> **Your goal**
Of the entries below, return only those lines from the line with "found 1.5, expected" to the line with "p = tmp_path", exactly, both included.

┄┄┄┄┄┄

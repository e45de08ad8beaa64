"""The clock catalogue (relcorr's own TOML format): values read as written, errors naming file and key.
Outside reference for the dates: datetime.date.toordinal (MJD = ordinal - 678576)."""
from __future__ import annotations

import datetime

import numpy as np
import pytest

from stages.physics.clock_catalogue import ClockCatalogueError, load_clock_catalogue
from tests.conftest import REPO


def test_sample_catalogue():
    cat = load_clock_catalogue(REPO / "sample_configs" / "clocks.toml")
    i = list(cat.codes).index("MRT2-RB")
    assert cat.orbiting[i] and cat.elements[i, 0] == 26561750.0 and cat.elements[i, 2] == pytest.approx(np.radians(55.0))
    assert cat.epoch_tt_mjd[i] == datetime.date(2016, 12, 31).toordinal() - 678576
    j = list(cat.codes).index("NORTHLAB-HM1")
    assert not cat.orbiting[j] and cat.station[j] == "CFL" and cat.height_above_geoid_m[j] == 312.4
    assert list(cat.index(["SOUTHLAB-HM2", "NOPE", "MRT2-RB"])) == [list(cat.codes).index("SOUTHLAB-HM2"), -1, i]


@pytest.mark.parametrize("body, words", [
    ('[clocks.X]\nkind = "floating"', "clocks.X.kind: found 'floating', expected 'orbiting' or 'ground'"),
    ('[clocks.X]\nkind = "ground"\nstation = "CFL"', "clocks.X.height_above_geoid_m: missing"),
    ('[clocks.X]\nkind = "ground"\nstation = "CFL"\nheight_above_geoid_m = "high"', "found 'high', expected a number"),
    ('[clocks.X]\nkind = "orbiting"\nsemi_major_axis_m = 7e6\neccentricity = 1.5\ninclination_deg = 0\nraan_deg = 0\n'
     'argument_of_perigee_deg = 0\nmean_anomaly_deg = 0\nelements_epoch_tt = 2020-01-01T00:00:00',
     "clocks.X.eccentricity: found 1.5, expected a number in [0.0, 0.99]"),
    ('[clocks.X]\nkind = "orbiting"\nsemi_major_axis_m = 7e6\neccentricity = 0.1\ninclination_deg = 0\nraan_deg = 0\n'
     'argument_of_perigee_deg = 0\nmean_anomaly_deg = 0\nelements_epoch_tt = 2020-01-01',
     "clocks.X.elements_epoch_tt: found datetime.date(2020, 1, 1), expected a TOML local date-time"),
    ('[clocks.X]\nkind = "ground"\nstation = "CFL"\nheight_above_geoid_m = 1\ncolour = "red"', "clocks.X.colour: unknown key"),
])
def test_errors_name_file_and_key(tmp_path, body, words):
    p = tmp_path / "c.toml"
    p.write_text('format = "relcorr-clocks/1"\n' + body + "\n")
    with pytest.raises(ClockCatalogueError) as ei:
        load_clock_catalogue(p)
    assert str(p) in str(ei.value) and words in str(ei.value)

┄┄┄┄┄┄

> **Response box**
     "clocks.X.eccentricity: found 1.5, expected a number in [0.0, 0.99]"),
    ('[clocks.X]\nkind = "orbiting"\nsemi_major_axis_m = 7e6\neccentricity = 0.1\ninclination_deg = 0\nraan_deg = 0\n'
     'argument_of_perigee_deg = 0\nmean_anomaly_deg = 0\nelements_epoch_tt = 2020-01-01',
     "clocks.X.elements_epoch_tt: found datetime.date(2020, 1, 1), expected a TOML local date-time"),
    ('[clocks.X]\nkind = "ground"\nstation = "CFL"\nheight_above_geoid_m = 1\ncolour = "red"', "clocks.X.colour: unknown key"),
])
def test_errors_name_file_and_key(tmp_path, body, words):
    p = tmp_path / "c.toml"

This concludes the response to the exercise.